What the task requires >> In the data below, find every line that has the string "benches", and copy it.

(Records)

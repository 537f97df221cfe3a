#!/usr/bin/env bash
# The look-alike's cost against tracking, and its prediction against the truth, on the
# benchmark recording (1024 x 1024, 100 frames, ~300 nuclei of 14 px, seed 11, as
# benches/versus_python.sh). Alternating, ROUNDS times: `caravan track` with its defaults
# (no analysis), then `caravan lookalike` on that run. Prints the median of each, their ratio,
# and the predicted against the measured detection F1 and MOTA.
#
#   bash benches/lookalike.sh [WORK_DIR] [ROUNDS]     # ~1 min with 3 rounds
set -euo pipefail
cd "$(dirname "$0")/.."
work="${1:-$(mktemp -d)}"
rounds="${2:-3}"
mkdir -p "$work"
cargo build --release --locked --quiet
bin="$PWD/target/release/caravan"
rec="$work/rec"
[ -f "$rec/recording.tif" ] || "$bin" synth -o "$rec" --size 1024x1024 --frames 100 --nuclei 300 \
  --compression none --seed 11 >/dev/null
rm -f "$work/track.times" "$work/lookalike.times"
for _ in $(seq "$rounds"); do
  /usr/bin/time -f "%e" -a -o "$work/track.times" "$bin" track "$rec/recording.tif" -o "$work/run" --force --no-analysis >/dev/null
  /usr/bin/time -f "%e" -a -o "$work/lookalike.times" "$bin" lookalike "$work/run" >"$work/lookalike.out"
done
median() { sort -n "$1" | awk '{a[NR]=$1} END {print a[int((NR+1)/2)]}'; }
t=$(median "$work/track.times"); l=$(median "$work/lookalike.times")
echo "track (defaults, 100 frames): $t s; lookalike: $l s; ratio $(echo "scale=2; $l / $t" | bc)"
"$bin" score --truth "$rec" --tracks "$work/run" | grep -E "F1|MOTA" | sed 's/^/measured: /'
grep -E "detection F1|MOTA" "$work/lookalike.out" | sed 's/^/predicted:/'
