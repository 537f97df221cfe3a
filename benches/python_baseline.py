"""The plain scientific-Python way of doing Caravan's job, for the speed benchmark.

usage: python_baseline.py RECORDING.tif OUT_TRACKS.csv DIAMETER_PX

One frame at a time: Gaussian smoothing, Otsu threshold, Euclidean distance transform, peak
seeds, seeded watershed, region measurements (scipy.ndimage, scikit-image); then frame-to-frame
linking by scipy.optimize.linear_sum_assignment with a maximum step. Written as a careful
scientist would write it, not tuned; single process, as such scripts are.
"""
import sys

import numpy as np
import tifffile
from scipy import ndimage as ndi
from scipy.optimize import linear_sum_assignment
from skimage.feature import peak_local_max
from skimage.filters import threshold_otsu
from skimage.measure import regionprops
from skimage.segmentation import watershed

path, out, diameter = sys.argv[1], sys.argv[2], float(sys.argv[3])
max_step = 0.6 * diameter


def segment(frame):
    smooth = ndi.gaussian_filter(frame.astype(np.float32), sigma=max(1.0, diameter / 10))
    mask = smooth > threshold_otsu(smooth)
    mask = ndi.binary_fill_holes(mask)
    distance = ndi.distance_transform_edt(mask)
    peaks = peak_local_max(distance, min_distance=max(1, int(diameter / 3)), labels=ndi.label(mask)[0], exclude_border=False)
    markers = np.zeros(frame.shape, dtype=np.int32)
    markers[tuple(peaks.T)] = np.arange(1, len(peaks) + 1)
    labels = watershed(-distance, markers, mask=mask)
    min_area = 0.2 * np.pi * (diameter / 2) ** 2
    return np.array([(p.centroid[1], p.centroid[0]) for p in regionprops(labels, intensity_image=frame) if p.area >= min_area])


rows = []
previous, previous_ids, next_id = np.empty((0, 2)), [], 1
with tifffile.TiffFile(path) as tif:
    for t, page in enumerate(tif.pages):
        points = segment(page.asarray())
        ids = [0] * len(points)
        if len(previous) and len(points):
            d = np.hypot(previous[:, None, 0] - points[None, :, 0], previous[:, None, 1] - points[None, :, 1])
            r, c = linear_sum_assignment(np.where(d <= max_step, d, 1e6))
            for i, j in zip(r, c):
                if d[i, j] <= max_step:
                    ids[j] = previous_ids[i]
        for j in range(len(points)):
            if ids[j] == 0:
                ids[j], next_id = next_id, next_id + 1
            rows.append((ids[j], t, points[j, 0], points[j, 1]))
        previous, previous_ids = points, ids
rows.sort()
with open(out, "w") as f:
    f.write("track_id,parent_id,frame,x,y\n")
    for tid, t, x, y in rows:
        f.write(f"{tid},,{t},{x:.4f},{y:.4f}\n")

(End Records)
(Records)

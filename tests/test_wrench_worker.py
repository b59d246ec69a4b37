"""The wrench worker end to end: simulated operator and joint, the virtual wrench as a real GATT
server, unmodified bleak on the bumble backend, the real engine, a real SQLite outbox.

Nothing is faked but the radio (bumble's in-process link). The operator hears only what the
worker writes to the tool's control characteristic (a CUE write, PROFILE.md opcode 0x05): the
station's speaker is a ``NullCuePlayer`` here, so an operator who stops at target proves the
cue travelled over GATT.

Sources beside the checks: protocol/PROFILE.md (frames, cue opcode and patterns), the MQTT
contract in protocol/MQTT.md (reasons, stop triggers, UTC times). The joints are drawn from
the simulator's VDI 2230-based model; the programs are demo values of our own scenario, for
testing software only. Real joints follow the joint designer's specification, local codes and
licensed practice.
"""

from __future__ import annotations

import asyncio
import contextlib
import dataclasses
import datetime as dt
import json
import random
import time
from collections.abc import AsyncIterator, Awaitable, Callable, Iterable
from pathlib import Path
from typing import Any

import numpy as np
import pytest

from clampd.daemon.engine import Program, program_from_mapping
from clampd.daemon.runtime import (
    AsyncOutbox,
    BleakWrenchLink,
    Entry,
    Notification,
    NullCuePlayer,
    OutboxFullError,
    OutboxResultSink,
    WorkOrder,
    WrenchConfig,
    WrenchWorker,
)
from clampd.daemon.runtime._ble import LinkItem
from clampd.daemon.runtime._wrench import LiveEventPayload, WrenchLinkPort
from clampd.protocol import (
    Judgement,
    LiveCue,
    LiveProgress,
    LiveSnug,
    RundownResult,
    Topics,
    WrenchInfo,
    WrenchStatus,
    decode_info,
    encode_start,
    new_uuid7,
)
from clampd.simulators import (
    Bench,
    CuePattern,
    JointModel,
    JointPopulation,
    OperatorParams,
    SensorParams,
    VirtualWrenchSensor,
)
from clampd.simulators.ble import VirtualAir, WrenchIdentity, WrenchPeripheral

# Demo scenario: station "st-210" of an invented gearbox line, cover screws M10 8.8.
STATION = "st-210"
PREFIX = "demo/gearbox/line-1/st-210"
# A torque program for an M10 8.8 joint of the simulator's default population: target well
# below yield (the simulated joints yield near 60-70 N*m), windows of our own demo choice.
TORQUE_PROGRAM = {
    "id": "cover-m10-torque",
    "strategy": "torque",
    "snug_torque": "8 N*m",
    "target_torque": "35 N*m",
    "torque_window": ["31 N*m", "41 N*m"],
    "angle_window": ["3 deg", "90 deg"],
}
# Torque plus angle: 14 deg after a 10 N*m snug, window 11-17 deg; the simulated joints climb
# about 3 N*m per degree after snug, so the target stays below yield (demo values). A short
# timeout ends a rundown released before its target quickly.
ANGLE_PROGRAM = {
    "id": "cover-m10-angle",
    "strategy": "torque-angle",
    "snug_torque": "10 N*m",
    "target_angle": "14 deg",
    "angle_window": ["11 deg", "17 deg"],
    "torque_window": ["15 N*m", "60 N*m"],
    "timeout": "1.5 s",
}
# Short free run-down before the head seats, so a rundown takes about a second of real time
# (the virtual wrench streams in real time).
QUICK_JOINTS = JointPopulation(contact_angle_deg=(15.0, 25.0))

(End Records)

Completed task >>
# benches/versus_python.sh). Alternating, ROUNDS times: `caravan track` with its defaults
#   bash benches/lookalike.sh [WORK_DIR] [ROUNDS]     # ~1 min with 3 rounds
filename benches/python_baseline.py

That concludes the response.